= Requirement =
When you reach the line in the listing below that contains "words whichever way", begin returning lines exactly as written, and stop after the line that contains "plain number is". Return no other lines.

= Material supplied =
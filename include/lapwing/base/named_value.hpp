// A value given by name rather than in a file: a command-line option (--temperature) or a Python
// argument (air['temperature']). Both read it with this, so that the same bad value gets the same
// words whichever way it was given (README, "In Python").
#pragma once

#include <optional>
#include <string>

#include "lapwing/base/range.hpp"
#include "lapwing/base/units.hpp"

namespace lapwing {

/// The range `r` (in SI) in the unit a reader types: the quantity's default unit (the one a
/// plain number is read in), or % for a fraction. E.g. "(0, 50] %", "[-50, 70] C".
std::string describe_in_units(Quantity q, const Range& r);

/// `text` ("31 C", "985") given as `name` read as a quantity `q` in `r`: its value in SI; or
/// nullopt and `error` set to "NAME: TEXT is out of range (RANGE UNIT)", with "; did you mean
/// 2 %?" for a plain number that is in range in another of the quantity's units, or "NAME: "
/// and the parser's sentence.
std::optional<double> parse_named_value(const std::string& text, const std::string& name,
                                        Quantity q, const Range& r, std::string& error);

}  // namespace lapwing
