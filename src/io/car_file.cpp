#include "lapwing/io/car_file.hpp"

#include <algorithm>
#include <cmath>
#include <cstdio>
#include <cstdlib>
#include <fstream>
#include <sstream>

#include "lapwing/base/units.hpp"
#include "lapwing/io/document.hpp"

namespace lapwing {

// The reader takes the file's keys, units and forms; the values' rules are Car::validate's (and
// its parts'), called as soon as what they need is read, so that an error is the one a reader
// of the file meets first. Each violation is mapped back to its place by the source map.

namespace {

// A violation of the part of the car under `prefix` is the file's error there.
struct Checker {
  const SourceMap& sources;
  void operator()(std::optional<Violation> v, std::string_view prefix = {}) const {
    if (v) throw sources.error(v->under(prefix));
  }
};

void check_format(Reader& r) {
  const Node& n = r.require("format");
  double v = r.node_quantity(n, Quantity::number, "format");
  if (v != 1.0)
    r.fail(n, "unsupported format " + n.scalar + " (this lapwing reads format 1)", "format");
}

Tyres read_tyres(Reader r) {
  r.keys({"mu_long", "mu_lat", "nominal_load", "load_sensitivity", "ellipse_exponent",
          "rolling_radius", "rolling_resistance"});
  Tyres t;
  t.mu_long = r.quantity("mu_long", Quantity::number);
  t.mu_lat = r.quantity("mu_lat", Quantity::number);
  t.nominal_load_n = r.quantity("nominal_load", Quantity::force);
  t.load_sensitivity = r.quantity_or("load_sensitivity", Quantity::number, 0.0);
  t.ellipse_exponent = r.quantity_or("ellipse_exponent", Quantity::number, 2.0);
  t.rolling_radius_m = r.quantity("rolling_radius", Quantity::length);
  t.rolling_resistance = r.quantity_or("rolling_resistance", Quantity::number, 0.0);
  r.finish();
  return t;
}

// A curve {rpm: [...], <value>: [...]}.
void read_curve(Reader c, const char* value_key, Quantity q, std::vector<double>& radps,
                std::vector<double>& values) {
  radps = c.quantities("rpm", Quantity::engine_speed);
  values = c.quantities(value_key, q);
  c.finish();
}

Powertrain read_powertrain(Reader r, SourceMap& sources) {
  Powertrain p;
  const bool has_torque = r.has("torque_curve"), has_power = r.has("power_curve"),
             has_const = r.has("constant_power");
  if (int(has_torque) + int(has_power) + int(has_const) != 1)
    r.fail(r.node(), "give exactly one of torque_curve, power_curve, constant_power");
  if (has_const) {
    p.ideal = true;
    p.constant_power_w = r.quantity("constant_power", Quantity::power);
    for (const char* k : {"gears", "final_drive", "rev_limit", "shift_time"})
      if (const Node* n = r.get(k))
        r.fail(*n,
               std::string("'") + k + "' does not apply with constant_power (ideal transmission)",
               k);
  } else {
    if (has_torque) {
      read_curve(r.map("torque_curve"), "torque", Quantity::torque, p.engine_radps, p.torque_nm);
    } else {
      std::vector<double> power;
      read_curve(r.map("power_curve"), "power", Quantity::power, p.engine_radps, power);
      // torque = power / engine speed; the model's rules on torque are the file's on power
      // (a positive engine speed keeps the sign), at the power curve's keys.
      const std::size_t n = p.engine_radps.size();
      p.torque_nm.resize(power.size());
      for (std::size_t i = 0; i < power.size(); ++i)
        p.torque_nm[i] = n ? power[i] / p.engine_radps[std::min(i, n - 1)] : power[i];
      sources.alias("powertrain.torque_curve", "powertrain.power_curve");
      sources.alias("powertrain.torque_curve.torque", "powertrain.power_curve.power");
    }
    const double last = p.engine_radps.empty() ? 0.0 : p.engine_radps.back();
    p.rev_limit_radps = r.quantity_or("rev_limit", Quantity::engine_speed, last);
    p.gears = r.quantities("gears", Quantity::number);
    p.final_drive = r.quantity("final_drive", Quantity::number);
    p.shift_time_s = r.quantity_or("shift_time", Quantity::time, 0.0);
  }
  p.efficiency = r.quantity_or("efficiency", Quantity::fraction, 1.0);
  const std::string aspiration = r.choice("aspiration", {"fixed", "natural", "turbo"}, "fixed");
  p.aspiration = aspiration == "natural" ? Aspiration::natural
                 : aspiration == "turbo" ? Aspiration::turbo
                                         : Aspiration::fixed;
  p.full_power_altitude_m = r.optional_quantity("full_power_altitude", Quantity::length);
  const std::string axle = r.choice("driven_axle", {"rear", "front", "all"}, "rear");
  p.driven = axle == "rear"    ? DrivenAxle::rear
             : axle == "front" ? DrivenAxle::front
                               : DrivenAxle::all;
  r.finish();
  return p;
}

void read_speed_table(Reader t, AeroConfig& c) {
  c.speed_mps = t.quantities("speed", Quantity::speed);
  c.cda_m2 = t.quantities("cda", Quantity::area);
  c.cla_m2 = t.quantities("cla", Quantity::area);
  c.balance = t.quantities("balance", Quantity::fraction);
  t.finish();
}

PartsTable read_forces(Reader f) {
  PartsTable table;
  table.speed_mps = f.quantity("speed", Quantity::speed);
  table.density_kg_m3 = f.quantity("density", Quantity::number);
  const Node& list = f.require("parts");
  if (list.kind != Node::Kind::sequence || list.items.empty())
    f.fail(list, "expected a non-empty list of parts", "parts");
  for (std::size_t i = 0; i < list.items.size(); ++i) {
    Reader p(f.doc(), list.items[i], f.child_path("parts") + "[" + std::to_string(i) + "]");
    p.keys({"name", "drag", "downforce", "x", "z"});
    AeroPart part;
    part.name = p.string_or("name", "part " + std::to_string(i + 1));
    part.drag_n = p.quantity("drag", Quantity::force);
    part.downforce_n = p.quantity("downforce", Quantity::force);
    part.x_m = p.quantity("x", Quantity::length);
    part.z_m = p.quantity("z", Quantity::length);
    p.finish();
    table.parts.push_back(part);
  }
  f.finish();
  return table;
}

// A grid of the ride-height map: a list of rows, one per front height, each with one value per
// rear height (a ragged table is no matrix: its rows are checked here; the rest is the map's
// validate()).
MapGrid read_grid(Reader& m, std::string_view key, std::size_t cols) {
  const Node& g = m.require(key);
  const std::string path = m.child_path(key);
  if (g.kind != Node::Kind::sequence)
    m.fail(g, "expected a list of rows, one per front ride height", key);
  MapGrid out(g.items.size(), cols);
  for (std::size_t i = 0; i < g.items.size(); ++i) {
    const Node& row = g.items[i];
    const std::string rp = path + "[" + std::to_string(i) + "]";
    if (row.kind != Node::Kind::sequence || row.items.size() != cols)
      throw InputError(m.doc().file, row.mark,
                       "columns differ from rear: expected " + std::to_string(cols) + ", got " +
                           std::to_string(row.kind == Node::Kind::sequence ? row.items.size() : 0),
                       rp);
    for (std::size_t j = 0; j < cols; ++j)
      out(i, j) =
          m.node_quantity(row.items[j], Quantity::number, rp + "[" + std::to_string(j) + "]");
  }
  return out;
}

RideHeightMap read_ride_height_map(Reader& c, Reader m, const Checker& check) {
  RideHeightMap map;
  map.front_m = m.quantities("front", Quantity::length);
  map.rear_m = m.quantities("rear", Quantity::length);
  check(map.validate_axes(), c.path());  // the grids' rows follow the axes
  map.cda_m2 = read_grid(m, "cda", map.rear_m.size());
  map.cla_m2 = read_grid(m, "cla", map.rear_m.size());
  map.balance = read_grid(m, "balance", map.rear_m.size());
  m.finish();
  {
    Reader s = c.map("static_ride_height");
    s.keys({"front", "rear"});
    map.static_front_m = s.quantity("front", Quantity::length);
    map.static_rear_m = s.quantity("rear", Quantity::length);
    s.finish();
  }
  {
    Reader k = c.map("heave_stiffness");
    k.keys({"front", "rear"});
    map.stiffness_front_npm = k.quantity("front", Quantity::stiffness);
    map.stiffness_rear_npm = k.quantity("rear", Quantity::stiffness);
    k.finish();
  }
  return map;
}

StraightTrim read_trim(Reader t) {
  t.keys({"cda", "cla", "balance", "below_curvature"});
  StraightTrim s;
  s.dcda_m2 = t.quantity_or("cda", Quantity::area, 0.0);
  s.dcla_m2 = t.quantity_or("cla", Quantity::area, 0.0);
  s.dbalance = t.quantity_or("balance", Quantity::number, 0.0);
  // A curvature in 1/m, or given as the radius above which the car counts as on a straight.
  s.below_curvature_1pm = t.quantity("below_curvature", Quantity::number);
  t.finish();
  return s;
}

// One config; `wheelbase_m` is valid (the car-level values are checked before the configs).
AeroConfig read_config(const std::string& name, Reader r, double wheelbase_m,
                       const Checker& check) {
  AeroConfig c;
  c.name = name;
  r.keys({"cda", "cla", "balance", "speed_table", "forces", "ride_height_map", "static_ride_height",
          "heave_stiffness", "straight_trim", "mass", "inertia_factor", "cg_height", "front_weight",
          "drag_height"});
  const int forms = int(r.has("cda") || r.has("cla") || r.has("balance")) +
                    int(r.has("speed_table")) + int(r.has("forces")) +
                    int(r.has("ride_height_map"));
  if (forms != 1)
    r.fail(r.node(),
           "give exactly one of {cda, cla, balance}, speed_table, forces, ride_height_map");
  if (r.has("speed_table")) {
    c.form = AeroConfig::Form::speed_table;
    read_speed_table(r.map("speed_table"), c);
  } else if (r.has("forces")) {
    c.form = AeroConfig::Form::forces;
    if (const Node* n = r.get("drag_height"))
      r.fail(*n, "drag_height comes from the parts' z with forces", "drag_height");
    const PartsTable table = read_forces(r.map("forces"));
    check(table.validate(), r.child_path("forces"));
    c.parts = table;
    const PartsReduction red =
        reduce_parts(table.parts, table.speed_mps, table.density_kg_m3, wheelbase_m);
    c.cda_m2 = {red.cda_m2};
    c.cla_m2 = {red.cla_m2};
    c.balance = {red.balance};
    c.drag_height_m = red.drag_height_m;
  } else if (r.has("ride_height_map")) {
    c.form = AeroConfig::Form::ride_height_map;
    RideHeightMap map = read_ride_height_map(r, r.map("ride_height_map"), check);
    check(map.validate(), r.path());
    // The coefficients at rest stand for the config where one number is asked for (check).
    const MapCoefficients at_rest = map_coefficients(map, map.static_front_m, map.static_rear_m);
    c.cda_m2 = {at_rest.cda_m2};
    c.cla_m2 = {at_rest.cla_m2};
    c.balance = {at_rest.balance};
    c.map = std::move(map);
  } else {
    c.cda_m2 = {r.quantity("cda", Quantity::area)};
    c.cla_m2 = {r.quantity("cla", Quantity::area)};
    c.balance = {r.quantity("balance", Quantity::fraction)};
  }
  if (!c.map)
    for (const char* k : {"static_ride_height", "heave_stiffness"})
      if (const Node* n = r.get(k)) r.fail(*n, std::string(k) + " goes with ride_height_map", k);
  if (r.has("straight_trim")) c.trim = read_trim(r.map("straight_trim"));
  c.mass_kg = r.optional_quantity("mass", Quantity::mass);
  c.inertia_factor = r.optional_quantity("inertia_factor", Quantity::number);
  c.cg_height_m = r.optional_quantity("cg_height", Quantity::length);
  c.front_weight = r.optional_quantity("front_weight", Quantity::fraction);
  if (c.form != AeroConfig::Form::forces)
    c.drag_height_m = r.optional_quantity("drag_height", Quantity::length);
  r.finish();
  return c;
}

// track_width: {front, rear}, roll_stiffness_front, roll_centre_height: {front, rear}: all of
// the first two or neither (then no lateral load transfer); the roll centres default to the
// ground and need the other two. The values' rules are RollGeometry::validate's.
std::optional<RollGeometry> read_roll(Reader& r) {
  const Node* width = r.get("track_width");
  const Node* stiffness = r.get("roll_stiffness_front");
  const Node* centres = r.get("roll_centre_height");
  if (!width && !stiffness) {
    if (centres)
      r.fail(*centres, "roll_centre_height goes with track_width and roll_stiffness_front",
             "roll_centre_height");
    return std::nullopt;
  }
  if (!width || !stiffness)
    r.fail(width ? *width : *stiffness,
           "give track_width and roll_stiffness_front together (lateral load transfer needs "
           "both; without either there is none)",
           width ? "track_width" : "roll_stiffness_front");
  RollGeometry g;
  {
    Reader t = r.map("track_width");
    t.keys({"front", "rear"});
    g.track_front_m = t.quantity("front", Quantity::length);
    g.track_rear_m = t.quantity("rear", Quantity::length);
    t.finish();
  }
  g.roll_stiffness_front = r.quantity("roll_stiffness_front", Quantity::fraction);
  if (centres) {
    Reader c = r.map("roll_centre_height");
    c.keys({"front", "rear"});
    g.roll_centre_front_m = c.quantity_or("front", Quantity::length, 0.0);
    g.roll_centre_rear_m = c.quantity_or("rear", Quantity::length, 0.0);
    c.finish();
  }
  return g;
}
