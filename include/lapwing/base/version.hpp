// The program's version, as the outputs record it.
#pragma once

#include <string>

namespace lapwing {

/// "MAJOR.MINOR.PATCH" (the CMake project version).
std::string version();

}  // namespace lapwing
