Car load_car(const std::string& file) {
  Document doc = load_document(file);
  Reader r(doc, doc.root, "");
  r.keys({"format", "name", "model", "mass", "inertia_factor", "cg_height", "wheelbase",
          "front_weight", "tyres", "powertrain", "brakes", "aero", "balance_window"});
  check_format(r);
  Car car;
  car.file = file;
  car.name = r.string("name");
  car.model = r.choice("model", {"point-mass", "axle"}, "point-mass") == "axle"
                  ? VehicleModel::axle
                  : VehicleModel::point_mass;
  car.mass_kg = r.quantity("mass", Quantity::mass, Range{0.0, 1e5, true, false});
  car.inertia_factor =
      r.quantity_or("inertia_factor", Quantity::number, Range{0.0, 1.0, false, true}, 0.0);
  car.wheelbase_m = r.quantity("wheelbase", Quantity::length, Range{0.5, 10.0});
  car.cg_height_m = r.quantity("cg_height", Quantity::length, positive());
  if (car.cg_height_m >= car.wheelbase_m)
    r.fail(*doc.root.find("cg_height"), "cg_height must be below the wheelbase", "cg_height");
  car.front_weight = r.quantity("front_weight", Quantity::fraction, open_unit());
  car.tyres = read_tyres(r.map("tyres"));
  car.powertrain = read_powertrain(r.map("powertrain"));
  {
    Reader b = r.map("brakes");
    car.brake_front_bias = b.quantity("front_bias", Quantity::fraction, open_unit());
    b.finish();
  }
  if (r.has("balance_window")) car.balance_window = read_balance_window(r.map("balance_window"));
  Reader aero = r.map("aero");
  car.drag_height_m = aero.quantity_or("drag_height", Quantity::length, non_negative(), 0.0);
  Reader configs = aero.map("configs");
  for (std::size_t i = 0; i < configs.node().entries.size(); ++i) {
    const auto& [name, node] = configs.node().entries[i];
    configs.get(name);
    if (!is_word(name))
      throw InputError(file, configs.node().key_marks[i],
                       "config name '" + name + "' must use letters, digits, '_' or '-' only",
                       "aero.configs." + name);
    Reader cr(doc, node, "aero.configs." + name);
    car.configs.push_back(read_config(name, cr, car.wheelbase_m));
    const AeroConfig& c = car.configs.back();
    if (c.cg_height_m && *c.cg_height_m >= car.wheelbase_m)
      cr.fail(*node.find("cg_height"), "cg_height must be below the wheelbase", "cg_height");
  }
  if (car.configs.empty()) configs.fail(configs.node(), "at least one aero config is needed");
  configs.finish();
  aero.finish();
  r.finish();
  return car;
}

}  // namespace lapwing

= Task output =
// words whichever way it was given (README, "In Python").
#pragma once

#include <optional>
#include <string>

#include "lapwing/base/range.hpp"
#include "lapwing/base/units.hpp"

namespace lapwing {

/// The range `r` (in SI) in the unit a reader types: the quantity's default unit (the one a
/// plain number is read in), or % for a fraction. E.g. "(0, 50] %", "[-50, 70] C".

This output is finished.